(Stored data entries)
+--

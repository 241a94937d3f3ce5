"""Compiled readers of a finished trace (source text compiled inside the kernel module).

Like ``sim/_stepper_body.py``, this file is not imported on its own: :mod:`sim.kernel`
appends it to the generated module, after the stepper. See DEVELOPERS.md, "Why a
generated kernel".
"""

from blocks.inverter import out_node_amps as _gate_out_node_amps

# compiled into the loop below, not called: a call passes the parameter rows as pointer,
# shape and strides at every gate and point (measured: the loop 1.2 times as fast)
_gate_out_node_amps = numba.njit(inline="always", fastmath=FASTMATH)(_gate_out_node_amps.py_func)


@numba.njit(cache=True, nogil=True, fastmath=FASTMATH)
def gate_currents(values, first, vdd_col, in_cols, out_cols, rows):
    """Current (A) out of each gate's output into its net, sourcing positive, at the
    recorded points ``values[first:]``; shape (m, g).

    values: (K, r) recorded volts; vdd_col: the column of vdd; in_cols, out_cols: (g,)
    the columns of each gate's input and output net (-1 for gnd, 0 V); rows: (g, cols)
    the gates' parameter rows, gnd at 0 V. The output node's term of the gates' stamp
    (``blocks.inverter.out_node_amps``: no Jacobian, no input clamps), to the bit the
    ``-f[out]`` of evaluating the gates alone. One call for a whole trace (or a long
    stretch of one): it runs without the GIL beside the rest of a render, where a
    Python loop over batches would wait for the GIL at every batch.
    """
    gates = in_cols.shape[0]
    count = max(values.shape[0] - first, 0)
    out = np.empty((count, gates))
    for s in range(count):
        row = first + s
        vdd = values[row, vdd_col]
        for j in range(gates):
            vin = values[row, in_cols[j]] if in_cols[j] >= 0 else 0.0
            vout = values[row, out_cols[j]] if out_cols[j] >= 0 else 0.0
            out[s, j] = -_gate_out_node_amps(rows, j, vin, vout, vdd, 0.0)
    return out
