def tune(patch, ref: str, target: float, probe: str | None = None,
         series: str = DEFAULT_SERIES, max_cents: float = DEFAULT_MAX_CENTS,
         opts: RenderOptions | None = None, workers: int | None = None,
         executor: str = LOCAL, progress: bool = True,
         announce: Callable[[str], None] | None = None) -> Tuned:
    """Find the value of ``ref``'s main parameter that puts the pitch on ``target`` Hz.

    probe: a measured net (None: the listening signal); series: the E-series to snap
    to; max_cents: the error above which two-part combinations are tried; opts: render
    options of every render (default: render's, with BATCH_SECONDS kept); workers, executor: for the candidates' renders (the
    search itself renders one value at a time, here); announce: called with a line per
    search render. The report: ``{"part", "param", "unit", "probe", "target_hz",
    "target_note", "exact_value", "exact_freq_hz", "exact_cents", "nominal_value",
    "nominal_freq_hz", "series", "max_cents", "renders", "candidates": [{"value",
    "label", "series", "wiring", "parts", "freq_hz", "cents"}]}``, candidates best
    first. Nothing is written (see :func:`write_tune`).
    """
    opts = opts or RenderOptions(seconds=BATCH_SECONDS)
    opts.check()
    if series not in eseries.SERIES:
        raise UsageError(f"unknown series {series!r} (choices: {', '.join(eseries.SERIES)})")
    if not (max_cents >= 0 and math.isfinite(max_cents)):
        raise UsageError(f"--max-cents must be zero or positive, got {max_cents!r}")
    if not (target > 0 and math.isfinite(target)):
        raise UsageError(f"the target must be a positive frequency in Hz, got {target!r}")
    part, param = tunable_part(patch, ref)
    probe = check_probe(patch, probe)
    key = f"{ref}.{param.name}"
    start = float(part.values[param.name])
    started = time.perf_counter()
    pitch = _Pitch(patch, key, probe, target, opts, announce, param.unit)
    if not pitch.freq(start):
        raise NoPitchError(f"{patch.name}: no steady pitch at {probe_label(patch, probe)} with "
                           f"{key} as it is, so there is nothing to tune (try --probe)")
    exact = solve(pitch, start, param.minimum, param.maximum)

    unit = param.unit
    singles = [(v, eseries.letter_code(v, unit), "single", [v])
               for v in neighbours(exact, series)]
    candidates = _rendered(pitch, singles, series, target, workers, executor, progress)
    best = min((abs(c["cents"]) for c in candidates if c["cents"] is not None),
               default=math.inf)
    if best > max_cents and _two_terminal(part):
        pairs = [(total, (f"{eseries.letter_code(a, unit)}, {eseries.letter_code(b, unit)} "
                          f"in {wiring}"), wiring, [a, b])
                 for total, a, b, wiring in best_pairs(exact, unit, series)]
        candidates += _rendered(pitch, pairs, series, target, workers, executor, progress)
    candidates.sort(key=lambda c: math.inf if c["cents"] is None else abs(c["cents"]))
    exact_freq = pitch.freqs[exact]
    report = {
        "patch": patch.name,
        "part": ref,
        "param": param.name,
        "unit": unit,
        "probe": probe_label(patch, probe),
        "target_hz": target,
        "target_note": note_of(target)[0],
        "exact_value": exact,
        "exact_freq_hz": exact_freq,
        "exact_cents": cents_between(target, exact_freq) if exact_freq else None,
        "nominal_value": start,
        "nominal_freq_hz": pitch.freqs[start],
        "series": series,
        "max_cents": max_cents,
        "renders": len(pitch.freqs),
        "candidates": candidates,
        "seconds": opts.seconds,
        "settle_seconds": opts.settle,
        "overrides": list(pitch.base),
    }
    return Tuned(report=report, wall_seconds=time.perf_counter() - started)


def _rendered(pitch: _Pitch, items: list[tuple], series: str, target: float, workers,
              executor, progress) -> list[dict]:
    """Candidate dicts for ``(value, label, wiring, parts)`` items, each one rendered."""
    freqs = pitch.many([value for value, *_ in items], workers, executor, progress)
    return [{"value": value, "label": label, "series": series, "wiring": wiring,
             "parts": parts, "freq_hz": freq,
             "cents": cents_between(target, freq) if freq else None}
            for (value, label, wiring, parts), freq in zip(items, freqs)]


def write_tune(tuned: Tuned, out_dir: str | os.PathLike = "renders") -> list[Path]:
    """Write ``<patch>.tune.json`` into ``out_dir``."""
    out = Path(out_dir)
    out.mkdir(parents=True, exist_ok=True)
    tuned.paths = [write_json(out / f"{tuned.report['patch']}.tune.json", tuned.report)]
    return tuned.paths


def summary_lines(report: dict) -> list[str]:
    """What ``halfrail tune`` prints: the exact value, then each candidate."""
    unit = report["unit"]
    key = f"{report['part']}.{report['param']}"
    exact = (f"{key} = {format_quantity(report['exact_value'], unit, EXACT_DIGITS)} puts "
             f"{report['probe']} on {report['target_hz']:.3f} Hz ({report['target_note']}); "
             f"simulated {_freq_text(report['exact_freq_hz'], report['target_hz'])}")
    lines = [exact, f"{report['series']} values:"]
    for c in report["candidates"]:
        shown = (f"{c['freq_hz']:.3f} Hz, {c['cents']:+.2f} cents" if c["freq_hz"]
                 else "no steady pitch")
        lines.append(f"  {c['label']:<24s} {format_quantity(c['value'], unit, EXACT_DIGITS):>12s}: "
                     f"{shown}")
    return lines
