"""halfrail engine: load a patch, compile it, step it in time, render and measure."""

from sim.errors import HalfrailError, PatchError, SolverError, UsageError  # noqa: F401

__version__ = "0.1.0"
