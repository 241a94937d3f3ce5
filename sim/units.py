"""Reading and writing quantities such as ``4.7k``, ``4k7``, ``22nF`` or ``4.7 kΩ``.

A quantity is written in one of three ways:

- a plain number: ``4700``, ``0.5``, ``1e-9`` (YAML numbers arrive here as floats);
- a number, an optional SI prefix and an optional unit symbol: ``4.7k``, ``22n``,
  ``2.2u``, ``2.2µF``, ``4.7 kΩ``, ``4.7kohm``, ``10V``, ``440Hz``, ``5ms``, ``100uH``;
- the IEC 60062 letter code, where the prefix letter stands for the decimal point:
  ``4k7`` (4.7k), ``2n2`` (2.2n), ``1M5`` (1.5M), ``4R7`` / ``R47`` / ``0R1`` (ohms, the
  letter R marks the point), ``4V7`` (volts, as zener diodes are marked); a unit
  symbol may follow (``4k7Ω``, ``2n2F``).

Prefixes: ``p n u µ m k M G`` (``K`` is read as kilo, as parts are often marked;
``1M`` is mega, ``1m`` is milli). A unit symbol that belongs to another quantity is an
error (``22nF`` for a resistance). Percentages (unit ``"%"``) read ``5``, ``5%`` and
``0.5 %``. Parsing is exact to the nearest double: ``"2.2u"`` gives the same float as
the literal ``2.2e-6``.
"""

from __future__ import annotations

import math
import numbers
import re
from decimal import Decimal, InvalidOperation

#: SI prefix letter -> power of ten.  source: SI brochure (9th edition), table 7.
PREFIX_EXPONENTS: dict[str, int] = {
    "p": -12,
    "n": -9,
    "u": -6,   # common practice: ASCII stand-in for micro
    "\u00b5": -6,  # MICRO SIGN
    "\u03bc": -6,  # GREEK SMALL LETTER MU
    "m": -3,
    "k": 3,
    "K": 3,    # common practice: part markings write 4K7
    "M": 6,
    "G": 9,
}

#: Unit -> letter that may stand for the decimal point besides the prefixes.
#: source: IEC 60062 letter code (R for ohms); common practice for V (zener 4V7).
POINT_LETTERS: dict[str, str] = {"ohm": "R", "V": "V"}

#: Unit symbol as written -> the unit it belongs to (matched exactly).
_SYMBOLS: dict[str, str] = {
    "\u03a9": "ohm",  # GREEK CAPITAL LETTER OMEGA
    "\u2126": "ohm",  # OHM SIGN
    "R": "ohm",      # common practice: 470R
    "F": "F",
    "V": "V",
    "v": "V",        # common practice: "9v battery"
    "A": "A",
    "Hz": "Hz",
    "s": "s",
    "H": "H",
    "A/V^2": "A/V^2",
    "A/V²": "A/V^2",
    "/V": "1/V",
    "1/V": "1/V",
    "%": "%",
}

#: Unit words matched without regard to case.
_WORDS: dict[str, str] = {"ohm": "ohm", "ohms": "ohm", "hz": "Hz"}

#: Unit -> (what it is, examples) for messages.
_DESCRIPTIONS: dict[str, tuple[str, str]] = {
    "ohm": ("a resistance in ohms", "4.7k or 4k7"),
    "F": ("a capacitance in farads", "22n or 2n2"),
    "V": ("a voltage in volts", "9 or 4.5V"),
    "A": ("a current in amperes", "10m or 2mA"),
    "Hz": ("a frequency in hertz", "440 or 1.2kHz"),
    "s": ("a time in seconds", "0.2 or 5ms"),
    "H": ("an inductance in henries", "100u or 1.5H"),
    "A/V^2": ("a transconductance factor in A/V^2", "0.5m"),
    "1/V": ("a coefficient in 1/V", "0.05"),
    "": ("a plain number", "0.5 or 20"),
    "%": ("a percentage", "5 or 5%"),
}

#: Unit -> symbol used by :func:`format_quantity`.
_DISPLAY: dict[str, str] = {"ohm": "Ω", "A/V^2": "A/V²"}

#: Prefix used by :func:`format_quantity` for each power of ten (engineering steps).
_DISPLAY_PREFIXES: dict[int, str] = {-12: "p", -9: "n", -6: "µ", -3: "m", 0: "", 3: "k",
                                     6: "M", 9: "G"}

#: Significant digits :func:`format_quantity` shows unless asked otherwise.
DEFAULT_DIGITS = 3

_NUMBER = r"[+-]?(?:\d+(?:\.\d*)?|\.\d+)(?:[eE][+-]?\d+)?"
_PLAIN = re.compile(rf"^(?P<number>{_NUMBER})\s*(?P<tail>.*)$")
_LETTER = re.compile(r"^(?P<sign>[+-]?)(?P<whole>\d*)(?P<letter>[^\W\d_])(?P<fraction>\d+)"
                     r"\s*(?P<tail>.*)$")


def describe(unit: str) -> str:
    """What a value of ``unit`` is, with examples.

    ``describe("ohm")`` -> ``"a resistance in ohms such as 4.7k or 4k7"``.
    """
    what, examples = _DESCRIPTIONS.get(unit, (f"a value in {unit}", "1.5"))
    return f"{what} such as {examples}"


def example(unit: str) -> str:
    """One example value of ``unit`` as a patch would write it: ``"ohm"`` -> ``"4.7k"``."""
    return _DESCRIPTIONS.get(unit, ("", "1.5"))[1].split()[0]


def symbol_unit(symbol: str) -> str | None:
    """The unit a symbol such as ``"kΩ"``'s ``"Ω"`` belongs to, or None if unknown."""
    if symbol in _SYMBOLS:
        return _SYMBOLS[symbol]
    return _WORDS.get(symbol.lower())


def _accepts(unit: str, symbol: str) -> bool:
    return symbol_unit(symbol) == unit or symbol == unit


def _wrong(text: str, unit: str) -> ValueError:
    return ValueError(f"'{text}' is not {describe(unit)}")


def _check_symbol(text: str, symbol: str, unit: str) -> None:
    """Raise unless ``symbol`` (may be empty) is a symbol of ``unit``."""
    if not symbol or _accepts(unit, symbol):
        return
    other = symbol_unit(symbol)
    if other is not None:
        what = _DESCRIPTIONS.get(other, (f"a value in {other}",))[0]
        raise ValueError(f"'{text}' is {what}, but {describe(unit)} is expected")
    raise _wrong(text, unit)


def _split_tail(text: str, tail: str, unit: str) -> tuple[int, str]:
    """Split what follows the number into (power of ten, unit symbol).

    ``"m"`` alone is milli, ``"ms"`` milli-second, ``"mohm"`` milli-ohm, ``"Hz"`` hertz.
    """
    tail = tail.strip()
    if not tail:
        return 0, ""
    first, rest = tail[0], tail[1:].strip()
    if first in PREFIX_EXPONENTS and (not rest or symbol_unit(rest) is not None
                                      or rest == unit):
        return PREFIX_EXPONENTS[first], rest
    if symbol_unit(tail) is not None or tail == unit:
        return 0, tail
    raise _wrong(text, unit)


def _finish(text: str, digits: str, power: int, symbol: str, unit: str) -> float:
    _check_symbol(text, symbol, unit)
    if unit == "%" and power:
        raise ValueError(f"'{text}' is not {describe(unit)} (no prefix on a percentage)")
    try:
        value = float(Decimal(digits).scaleb(power))
    except InvalidOperation as error:
        raise _wrong(text, unit) from error
    if not math.isfinite(value):
        raise ValueError(f"'{text}' is too large: expected {describe(unit)}")
    return value


def parse_quantity(value: object, unit: str) -> float:
    """Read ``value`` (a number or a string such as ``"4k7"``) as a float in SI units.

    ``unit`` is the quantity's unit symbol as kinds declare it (``"ohm"``, ``"F"``,
    ``"V"``, ``"A"``, ``"Hz"``, ``"s"``, ``"H"``, ``"A/V^2"``, ``"1/V"``, ``""`` for a
    plain number, ``"%"`` for a percentage, returned in percent: ``"5%"`` -> 5.0).

    Raises ValueError whose message quotes the value and says what was expected
    with examples, e.g. ``'22nF' is a capacitance in farads, but a resistance in ohms
    such as 4.7k or 4k7 is expected``.
    """
    if isinstance(value, bool):
        raise ValueError(f"'{value}' is not {describe(unit)}")
    if isinstance(value, numbers.Real):
        number = float(value)
        if not math.isfinite(number):
            raise ValueError(f"'{value}' is not a finite number: expected {describe(unit)}")
        return number
    if not isinstance(value, str):
        raise ValueError(f"'{value}' is not {describe(unit)}")
    text = value.strip()
    if not text:
        raise ValueError(f"the value is empty: expected {describe(unit)}")

    letter = _LETTER.match(text)
    if letter:
        mark = letter["letter"]
        if mark in PREFIX_EXPONENTS or mark == POINT_LETTERS.get(unit):
            power = PREFIX_EXPONENTS.get(mark, 0)
            digits = f"{letter['sign']}{letter['whole'] or '0'}.{letter['fraction']}"
            return _finish(text, digits, power, letter["tail"].strip(), unit)
        owner = next((u for u, point in POINT_LETTERS.items() if point == mark), None)
        if owner is not None:
            what = _DESCRIPTIONS[owner][0]
            raise ValueError(f"'{text}' uses {mark} as the decimal point, which marks "
                             f"{what}, but {describe(unit)} is expected")
    plain = _PLAIN.match(text)
    if not plain:
        raise _wrong(text, unit)
    power, symbol = _split_tail(text, plain["tail"], unit)
    return _finish(text, plain["number"], power, symbol, unit)


def format_quantity(value: float, unit: str, digits: int = DEFAULT_DIGITS) -> str:
    """Write ``value`` (SI units) for people: ``4700, "ohm"`` -> ``"4.7 kΩ"``.

    Uses an engineering prefix from p to G and ``digits`` significant digits;
    a plain number (unit ``""``) gets no prefix, a percentage reads ``"5 %"``.
    """
    if unit in ("", "%") or value == 0 or not math.isfinite(value):
        text = f"{value:.{digits}g}"
        return f"{text} %" if unit == "%" else (f"{text} {_DISPLAY.get(unit, unit)}"
                                                if unit else text)
    power = 3 * math.floor(math.log10(abs(value)) / 3)
    power = min(max(power, min(_DISPLAY_PREFIXES)), max(_DISPLAY_PREFIXES))
    mantissa = float(f"{value / 10.0 ** power:.{digits}g}")
    if abs(mantissa) >= 1000 and power < max(_DISPLAY_PREFIXES):
        power += 3
        mantissa = float(f"{value / 10.0 ** power:.{digits}g}")
    return f"{mantissa:.{digits}g} {_DISPLAY_PREFIXES[power]}{_DISPLAY.get(unit, unit)}"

+--

Send back an exact copy of only the lines from the line with "letter = _LETTER.match(text)" up to and including the line with "as the decimal" in the data above.

    letter = _LETTER.match(text)
    if letter:
        mark = letter["letter"]
        if mark in PREFIX_EXPONENTS or mark == POINT_LETTERS.get(unit):
            power = PREFIX_EXPONENTS.get(mark, 0)
            digits = f"{letter['sign']}{letter['whole'] or '0'}.{letter['fraction']}"
            return _finish(text, digits, power, letter["tail"].strip(), unit)
        owner = next((u for u, point in POINT_LETTERS.items() if point == mark), None)
        if owner is not None:
            what = _DESCRIPTIONS[owner][0]
            raise ValueError(f"'{text}' uses {mark} as the decimal point, which marks "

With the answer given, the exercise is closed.